⟨

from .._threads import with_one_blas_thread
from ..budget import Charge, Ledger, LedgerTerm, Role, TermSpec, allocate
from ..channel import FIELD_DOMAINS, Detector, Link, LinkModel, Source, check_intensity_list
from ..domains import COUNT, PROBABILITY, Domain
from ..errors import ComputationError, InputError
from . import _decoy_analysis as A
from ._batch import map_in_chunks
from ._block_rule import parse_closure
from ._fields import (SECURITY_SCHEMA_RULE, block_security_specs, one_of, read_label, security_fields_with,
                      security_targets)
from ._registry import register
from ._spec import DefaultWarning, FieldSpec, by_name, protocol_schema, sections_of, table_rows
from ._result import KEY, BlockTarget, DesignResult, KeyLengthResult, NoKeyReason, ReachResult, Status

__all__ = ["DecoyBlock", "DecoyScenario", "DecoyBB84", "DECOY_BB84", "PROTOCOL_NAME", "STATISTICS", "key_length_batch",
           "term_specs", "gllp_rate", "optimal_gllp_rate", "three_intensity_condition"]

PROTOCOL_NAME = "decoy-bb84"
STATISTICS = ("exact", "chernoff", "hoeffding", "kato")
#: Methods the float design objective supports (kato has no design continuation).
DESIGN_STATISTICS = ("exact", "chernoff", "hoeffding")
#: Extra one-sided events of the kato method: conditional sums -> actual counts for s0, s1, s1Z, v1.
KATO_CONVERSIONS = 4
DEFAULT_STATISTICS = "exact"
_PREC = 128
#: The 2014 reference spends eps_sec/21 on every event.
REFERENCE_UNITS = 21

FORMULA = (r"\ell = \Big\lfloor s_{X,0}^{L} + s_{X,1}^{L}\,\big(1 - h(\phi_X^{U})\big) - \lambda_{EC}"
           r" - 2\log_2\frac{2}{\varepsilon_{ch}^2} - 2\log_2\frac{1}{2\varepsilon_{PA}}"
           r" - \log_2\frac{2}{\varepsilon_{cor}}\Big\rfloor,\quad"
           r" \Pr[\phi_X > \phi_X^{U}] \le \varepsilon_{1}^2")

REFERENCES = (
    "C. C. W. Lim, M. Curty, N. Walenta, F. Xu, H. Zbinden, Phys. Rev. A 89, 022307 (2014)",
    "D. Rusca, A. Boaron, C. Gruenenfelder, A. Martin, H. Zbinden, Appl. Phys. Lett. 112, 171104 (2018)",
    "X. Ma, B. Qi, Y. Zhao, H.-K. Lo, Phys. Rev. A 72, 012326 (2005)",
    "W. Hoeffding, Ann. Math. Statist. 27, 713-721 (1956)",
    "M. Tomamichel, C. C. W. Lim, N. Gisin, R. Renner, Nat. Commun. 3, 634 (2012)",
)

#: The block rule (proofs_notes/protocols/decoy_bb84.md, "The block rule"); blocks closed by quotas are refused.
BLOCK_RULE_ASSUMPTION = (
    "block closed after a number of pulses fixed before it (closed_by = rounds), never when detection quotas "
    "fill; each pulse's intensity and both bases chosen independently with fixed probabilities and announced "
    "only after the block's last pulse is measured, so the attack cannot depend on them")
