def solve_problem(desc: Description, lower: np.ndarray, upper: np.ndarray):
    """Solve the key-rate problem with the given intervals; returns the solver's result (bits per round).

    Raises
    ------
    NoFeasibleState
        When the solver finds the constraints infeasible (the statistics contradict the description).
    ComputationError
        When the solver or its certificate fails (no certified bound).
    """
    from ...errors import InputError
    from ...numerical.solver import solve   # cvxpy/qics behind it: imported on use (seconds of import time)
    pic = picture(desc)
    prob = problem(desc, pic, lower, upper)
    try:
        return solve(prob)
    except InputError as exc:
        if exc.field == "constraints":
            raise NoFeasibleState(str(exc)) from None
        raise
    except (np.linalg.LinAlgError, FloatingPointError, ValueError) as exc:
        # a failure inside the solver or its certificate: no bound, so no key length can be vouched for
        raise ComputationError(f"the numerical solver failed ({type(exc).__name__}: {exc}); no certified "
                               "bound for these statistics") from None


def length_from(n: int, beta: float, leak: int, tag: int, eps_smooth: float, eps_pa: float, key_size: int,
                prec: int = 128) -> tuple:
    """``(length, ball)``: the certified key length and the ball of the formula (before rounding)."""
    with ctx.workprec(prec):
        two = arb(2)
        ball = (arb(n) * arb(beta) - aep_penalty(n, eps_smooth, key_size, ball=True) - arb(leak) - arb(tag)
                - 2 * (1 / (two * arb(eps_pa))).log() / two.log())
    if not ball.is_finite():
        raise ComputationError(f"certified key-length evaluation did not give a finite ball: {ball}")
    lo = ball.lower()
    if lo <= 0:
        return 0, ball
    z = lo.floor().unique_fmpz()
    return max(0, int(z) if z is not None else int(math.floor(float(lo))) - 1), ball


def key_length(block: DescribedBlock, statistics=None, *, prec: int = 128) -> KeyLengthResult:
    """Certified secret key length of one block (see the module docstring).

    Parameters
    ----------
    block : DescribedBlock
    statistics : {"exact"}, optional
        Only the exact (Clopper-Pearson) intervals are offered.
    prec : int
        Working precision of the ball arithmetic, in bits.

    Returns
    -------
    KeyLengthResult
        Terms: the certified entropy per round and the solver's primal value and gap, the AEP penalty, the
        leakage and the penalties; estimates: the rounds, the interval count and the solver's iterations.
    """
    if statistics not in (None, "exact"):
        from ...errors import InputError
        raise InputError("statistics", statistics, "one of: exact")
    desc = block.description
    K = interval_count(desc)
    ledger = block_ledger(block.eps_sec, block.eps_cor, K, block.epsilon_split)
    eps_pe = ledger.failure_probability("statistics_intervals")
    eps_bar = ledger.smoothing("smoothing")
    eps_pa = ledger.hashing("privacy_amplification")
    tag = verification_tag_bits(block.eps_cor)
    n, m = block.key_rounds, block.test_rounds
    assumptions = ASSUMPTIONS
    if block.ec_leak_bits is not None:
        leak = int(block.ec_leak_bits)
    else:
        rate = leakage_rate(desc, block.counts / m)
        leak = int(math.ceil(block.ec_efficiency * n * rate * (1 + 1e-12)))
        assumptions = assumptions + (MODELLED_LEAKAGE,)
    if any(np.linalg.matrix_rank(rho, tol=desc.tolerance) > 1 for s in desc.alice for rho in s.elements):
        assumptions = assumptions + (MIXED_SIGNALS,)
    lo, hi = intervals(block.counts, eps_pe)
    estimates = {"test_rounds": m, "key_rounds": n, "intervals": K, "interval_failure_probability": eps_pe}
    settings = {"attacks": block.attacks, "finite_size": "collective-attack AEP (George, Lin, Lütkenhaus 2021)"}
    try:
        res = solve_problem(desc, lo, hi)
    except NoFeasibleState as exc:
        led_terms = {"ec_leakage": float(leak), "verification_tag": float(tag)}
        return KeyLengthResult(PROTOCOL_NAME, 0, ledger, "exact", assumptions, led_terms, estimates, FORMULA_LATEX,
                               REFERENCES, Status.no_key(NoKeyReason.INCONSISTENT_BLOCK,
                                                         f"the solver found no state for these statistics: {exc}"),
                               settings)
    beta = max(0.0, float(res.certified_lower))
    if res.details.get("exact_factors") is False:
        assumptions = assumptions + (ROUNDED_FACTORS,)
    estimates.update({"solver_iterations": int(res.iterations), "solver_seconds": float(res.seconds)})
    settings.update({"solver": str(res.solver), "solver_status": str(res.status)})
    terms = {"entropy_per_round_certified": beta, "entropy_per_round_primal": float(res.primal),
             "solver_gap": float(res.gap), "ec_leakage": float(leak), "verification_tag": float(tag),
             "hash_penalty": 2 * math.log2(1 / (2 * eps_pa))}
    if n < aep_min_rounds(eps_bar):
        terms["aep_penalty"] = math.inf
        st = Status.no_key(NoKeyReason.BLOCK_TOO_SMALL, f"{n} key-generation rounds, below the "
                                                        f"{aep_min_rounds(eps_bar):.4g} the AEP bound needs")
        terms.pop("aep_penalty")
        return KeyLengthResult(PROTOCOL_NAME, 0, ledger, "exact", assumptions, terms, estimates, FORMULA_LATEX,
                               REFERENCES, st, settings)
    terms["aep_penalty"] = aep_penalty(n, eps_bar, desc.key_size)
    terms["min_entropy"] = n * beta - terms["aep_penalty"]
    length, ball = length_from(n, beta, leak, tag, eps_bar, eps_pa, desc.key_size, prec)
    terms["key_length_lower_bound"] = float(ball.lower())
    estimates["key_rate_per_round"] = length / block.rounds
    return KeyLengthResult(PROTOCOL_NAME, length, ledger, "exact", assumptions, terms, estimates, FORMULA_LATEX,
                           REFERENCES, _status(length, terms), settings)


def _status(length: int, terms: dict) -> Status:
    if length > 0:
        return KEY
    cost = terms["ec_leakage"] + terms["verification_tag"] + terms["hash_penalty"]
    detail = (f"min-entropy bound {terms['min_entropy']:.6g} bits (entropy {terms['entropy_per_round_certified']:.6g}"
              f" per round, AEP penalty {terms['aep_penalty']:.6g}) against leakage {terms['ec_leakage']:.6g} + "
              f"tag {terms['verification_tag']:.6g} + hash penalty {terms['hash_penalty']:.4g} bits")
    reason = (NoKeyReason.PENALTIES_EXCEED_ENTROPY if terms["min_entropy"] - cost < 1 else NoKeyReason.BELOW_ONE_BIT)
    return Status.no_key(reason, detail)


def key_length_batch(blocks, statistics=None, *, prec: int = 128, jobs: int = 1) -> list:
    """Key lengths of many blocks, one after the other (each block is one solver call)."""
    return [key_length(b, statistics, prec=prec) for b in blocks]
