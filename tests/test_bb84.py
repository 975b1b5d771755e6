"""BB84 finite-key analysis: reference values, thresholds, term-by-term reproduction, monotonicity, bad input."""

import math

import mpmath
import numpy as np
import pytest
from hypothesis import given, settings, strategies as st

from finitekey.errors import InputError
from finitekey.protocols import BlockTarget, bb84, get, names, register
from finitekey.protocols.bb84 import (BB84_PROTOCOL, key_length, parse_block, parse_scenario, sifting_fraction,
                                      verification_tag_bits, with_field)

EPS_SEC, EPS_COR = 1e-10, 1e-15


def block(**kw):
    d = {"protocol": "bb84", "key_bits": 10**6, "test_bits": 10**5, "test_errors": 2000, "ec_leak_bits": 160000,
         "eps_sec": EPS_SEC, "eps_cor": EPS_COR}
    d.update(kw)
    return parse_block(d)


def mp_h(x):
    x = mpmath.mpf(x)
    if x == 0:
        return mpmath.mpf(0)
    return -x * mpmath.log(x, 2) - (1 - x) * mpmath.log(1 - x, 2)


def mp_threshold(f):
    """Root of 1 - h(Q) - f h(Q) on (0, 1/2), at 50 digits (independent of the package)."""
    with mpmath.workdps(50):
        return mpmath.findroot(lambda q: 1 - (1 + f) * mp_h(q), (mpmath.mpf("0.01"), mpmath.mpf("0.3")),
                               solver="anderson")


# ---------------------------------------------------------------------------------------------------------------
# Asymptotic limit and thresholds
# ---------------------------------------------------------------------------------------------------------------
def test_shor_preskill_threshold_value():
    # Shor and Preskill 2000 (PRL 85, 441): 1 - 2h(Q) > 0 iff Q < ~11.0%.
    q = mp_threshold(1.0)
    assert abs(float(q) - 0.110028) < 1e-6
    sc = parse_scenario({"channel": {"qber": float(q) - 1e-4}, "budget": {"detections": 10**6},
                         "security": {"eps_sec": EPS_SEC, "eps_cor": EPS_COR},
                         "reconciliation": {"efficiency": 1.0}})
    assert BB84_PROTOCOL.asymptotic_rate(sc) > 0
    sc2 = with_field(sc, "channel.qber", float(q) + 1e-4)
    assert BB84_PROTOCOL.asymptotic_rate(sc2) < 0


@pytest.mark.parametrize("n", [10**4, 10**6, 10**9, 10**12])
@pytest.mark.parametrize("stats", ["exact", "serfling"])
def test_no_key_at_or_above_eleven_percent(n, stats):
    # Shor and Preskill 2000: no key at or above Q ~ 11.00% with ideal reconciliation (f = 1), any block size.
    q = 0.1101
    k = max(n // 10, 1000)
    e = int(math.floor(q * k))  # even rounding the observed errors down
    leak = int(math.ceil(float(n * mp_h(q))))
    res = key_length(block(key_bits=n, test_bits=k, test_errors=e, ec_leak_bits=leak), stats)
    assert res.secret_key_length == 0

⟩

■ Activity: Would you please copy every line from the listing above that contains the word "upper"?

■ Expected output:
def solve_problem(desc: Description, lower: np.ndarray, upper: np.ndarray):
    prob = problem(desc, pic, lower, upper)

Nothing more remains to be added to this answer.